In Sonora, Mexico, the search for a missing loved one combines science, magic and faith. Virginia wanted to follow in her father's footsteps by studying agronomy, but after his disappearance, she finally chose to study criminology. "I promised myself that I would find him, and my studies are helping me in my quest," she tells me as she pulls from her wallet an already yellowed newspaper clipping with the missing person's name on it. "This clipping will stay there until it disintegrates. I will never stop looking," she adds.
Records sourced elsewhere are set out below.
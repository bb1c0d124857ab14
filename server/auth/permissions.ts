import type { Role } from '@/schemas/common';

/**
 * Who may call each API route: the one declared table the server enforces.
 * 'public' needs no session; 'signed-in' needs any active account; a role list names the roles allowed.
 * Every route the server registers must have a row here (route() refuses a key that is missing),
 * and tests walk the whole table for every role.
 */
export type Access = 'public' | 'signed-in' | readonly Role[];

const LAB: readonly Role[] = ['technologist', 'director'];
const DIRECTOR: readonly Role[] = ['director'];
const ADMIN: readonly Role[] = ['admin'];

export const permissions = {
  'GET /api/health': 'public',
  'POST /api/auth/login': 'public',
  'POST /api/auth/logout': 'signed-in',
  'GET /api/auth/me': 'signed-in',
  'POST /api/auth/password': 'signed-in',
  'GET /api/lab-profile': 'signed-in',
  'PUT /api/lab-profile': ADMIN,
  'GET /api/users': ADMIN,
  'POST /api/users': ADMIN,
  'PATCH /api/users/:id': ADMIN,
  'POST /api/users/:id/password': ADMIN,
  'GET /api/clinicians': LAB,
  'GET /api/audit': [...ADMIN, ...DIRECTOR],
  'GET /api/assay-definitions': LAB,
  'GET /api/assay-definitions/:code/versions': LAB,
  'POST /api/assay-definitions/:code/versions': DIRECTOR,
  'POST /api/assay-definitions/:code/versions/:version/approve': DIRECTOR,
  'POST /api/assay-definitions/:code/versions/:version/withdraw': DIRECTOR,
  'POST /api/calculations/activity': LAB,
  'GET /api/patients/search': LAB,
  'POST /api/patients': LAB,
  'GET /api/patients/:id': LAB,
  'PATCH /api/patients/:id': LAB,
  'GET /api/cases': LAB,
  'POST /api/cases': LAB,
  'GET /api/cases/:id': LAB,
  'PATCH /api/cases/:id': LAB,
  'POST /api/cases/:id/cancel': LAB,
  'GET /api/cases/:id/history': LAB,
  'POST /api/cases/:id/specimens': LAB,
  'PATCH /api/specimens/:id': LAB,
  'GET /api/rejection-reasons': LAB,
  'POST /api/rejection-reasons': DIRECTOR,
  // Reference intervals: technologists read them; directors create, derive, verify and approve.
  'GET /api/reference-intervals': LAB,
  'POST /api/reference-intervals': DIRECTOR,
  'POST /api/reference-intervals/derive': DIRECTOR,
  'POST /api/reference-intervals/verify': DIRECTOR,
  'POST /api/reference-intervals/partition': DIRECTOR,
  'GET /api/reference-intervals/controls': DIRECTOR,
  'POST /api/reference-intervals/controls': DIRECTOR,
  'GET /api/reference-intervals/controls/:id': DIRECTOR,
  'GET /api/reference-intervals/controls/:id/file': LAB,
  'POST /api/reference-intervals/controls/:id/preview': DIRECTOR,
  'POST /api/reference-intervals/controls/:id/draft': DIRECTOR,
  'GET /api/reference-intervals/:id': LAB,
  'GET /api/reference-intervals/:id/history': LAB,
  'PATCH /api/reference-intervals/:id': DIRECTOR,
  'POST /api/reference-intervals/:id/approve': DIRECTOR,
  'POST /api/reference-intervals/:id/retire': DIRECTOR,
  // Quality control: the stateless Westgard evaluation and the laboratory's rules; control materials and their
  // targets (technologists read them, directors create, edit, retire, set and approve targets).
  'POST /api/qc/evaluate': LAB,
  'GET /api/qc/rules': LAB,
  'PUT /api/qc/rules': DIRECTOR,
  'GET /api/control-materials': LAB,
  'POST /api/control-materials': DIRECTOR,
  'GET /api/control-materials/:id': LAB,
  'PATCH /api/control-materials/:id': DIRECTOR,
  'GET /api/control-materials/:id/chart': LAB,
  'POST /api/control-materials/:id/targets': DIRECTOR,
  'POST /api/control-materials/:id/targets/establish': DIRECTOR,
  'POST /api/control-targets/:id/approve': DIRECTOR,
  // Analytical runs: one plate for several cases and the controls. The laboratory lists, previews and imports
  // them; only a director releases a run whose controls did not pass (password typed again).
  'GET /api/runs': LAB,
  'GET /api/runs/open-specimens': LAB,
  'GET /api/runs/:id': LAB,
  'POST /api/runs/preview': LAB,
  'POST /api/runs': LAB,
  'POST /api/runs/:id/override': DIRECTOR,
  // Signed reports: laboratory staff read all; a clinician reads the cases they referred (the service filters,
  // and answers 404 for anything else); administrators none. Only a director signs or corrects.
  'GET /api/reports': [...LAB, 'clinician'],
  'GET /api/reports/by-case': [...LAB, 'clinician'],
  // The referring clinician's own cases not reported yet (state in words, no results).
  'GET /api/reports/in-progress': ['clinician'],
  'GET /api/reports/:id': [...LAB, 'clinician'],
  'GET /api/reports/:id/pdf': [...LAB, 'clinician'],
  // The same signed version as an HL7 FHIR R4 Bundle: the PDF's readers.
  'GET /api/reports/:id/fhir': [...LAB, 'clinician'],
  'GET /api/cases/:id/reports': LAB,
  'POST /api/cases/:id/sign': DIRECTOR,
  'POST /api/cases/:id/correct': DIRECTOR,
  // Reopen a signed case to correct its results (password typed again, as for a signature).
  'POST /api/cases/:id/amend': DIRECTOR,
  'GET /api/review': DIRECTOR,
  'GET /api/review/:id': DIRECTOR,
  'PUT /api/review/:id/draft': DIRECTOR,
  'POST /api/review/:id/return': DIRECTOR,
  'GET /api/outbox': ADMIN,
  'POST /api/outbox/notices/:id/retry': ADMIN,
  // Assay work on a case (measurements, protein, plate files, plate maps, results, submission): the laboratory only.
  'GET /api/cases/:id/workup': LAB,
  'GET /api/cases/:id/measurements': LAB,
  'POST /api/cases/:id/measurements/preview': LAB,
  'POST /api/cases/:id/measurements': LAB,
  'PUT /api/measurements/:id': LAB,
  'DELETE /api/measurements/:id': LAB,
  'POST /api/measurements/:id/exclude': LAB,
  'POST /api/measurements/:id/include': LAB,
  'POST /api/protein-curves/preview': LAB,
  'PUT /api/specimens/:id/protein': LAB,
  'POST /api/cases/:id/plate-uploads/preview': LAB,
  'POST /api/cases/:id/plate-uploads': LAB,
  'GET /api/cases/:id/uploads': LAB,
  'GET /api/uploads/:id/download': LAB,
  'GET /api/plate-maps': LAB,
  'GET /api/plate-maps/:id': LAB,
  'POST /api/plate-maps': LAB,
  'PATCH /api/plate-maps/:id': LAB,
  'DELETE /api/plate-maps/:id': LAB,
  'GET /api/cases/:id/results': LAB,
  'POST /api/cases/:id/submit': LAB,
  // Cohorts: signed results searched as a group, their plots, and each user's own saved searches.
  'GET /api/registry/cohort': LAB,
  'GET /api/registry/cohort/plots': LAB,
  'GET /api/registry/saved-searches': LAB,
  'POST /api/registry/saved-searches': LAB,
  'DELETE /api/registry/saved-searches/:id': LAB,
  // The registry export, identified or de-identified (?deidentified=true): directors only, every export audited.
  'GET /api/registry/export.csv': DIRECTOR,
} as const satisfies Record<string, Access>;

export type RouteKey = keyof typeof permissions;

/**
 * The only routes open to someone whose password was set by an administrator, until they choose their own:
 * every other route answers 403 PASSWORD_CHANGE_REQUIRED (so nobody signs with a password someone else chose).
 */
export const openBeforePasswordChange: ReadonlySet<RouteKey> = new Set<RouteKey>([
  'GET /api/auth/me',
  'POST /api/auth/logout',
  'POST /api/auth/password',
]);

export function allows(access: Access, role: Role | undefined): boolean {
  if (access === 'public') return true;
  if (!role) return false;
  if (access === 'signed-in') return true;
  return access.includes(role);
}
Virginia is one of the "Madres Buscadoras" (literally, the searching mothers) of Sonora (northern state of Mexico), one of the 70 collectives of "searchers", "rastreadoras" (trackers) and "warriors" - as they are called - in Mexico who dedicate themselves day after day to searching for loved ones who disappeared in their own country.
More than 60,000 missing since 2006
In recent years, enforced disappearances have resurfaced in Latin America in a general context of globalized neo-liberal democracies and economies focused on massive extraction. In the case of Mexico, enforced disappearance is combined, in a complex manner, with the disappearances of "individuals". In 2017, Mexico approved the General Law on the Disappearance of Persons and Disappearances Committed by Individuals, which aims to curb "multi-actor" disappearances. However, this law is far from being effective. Between 2006 and January 2019, the National Commission for the Search for Persons in Mexico counted 61,647 missing Mexicans.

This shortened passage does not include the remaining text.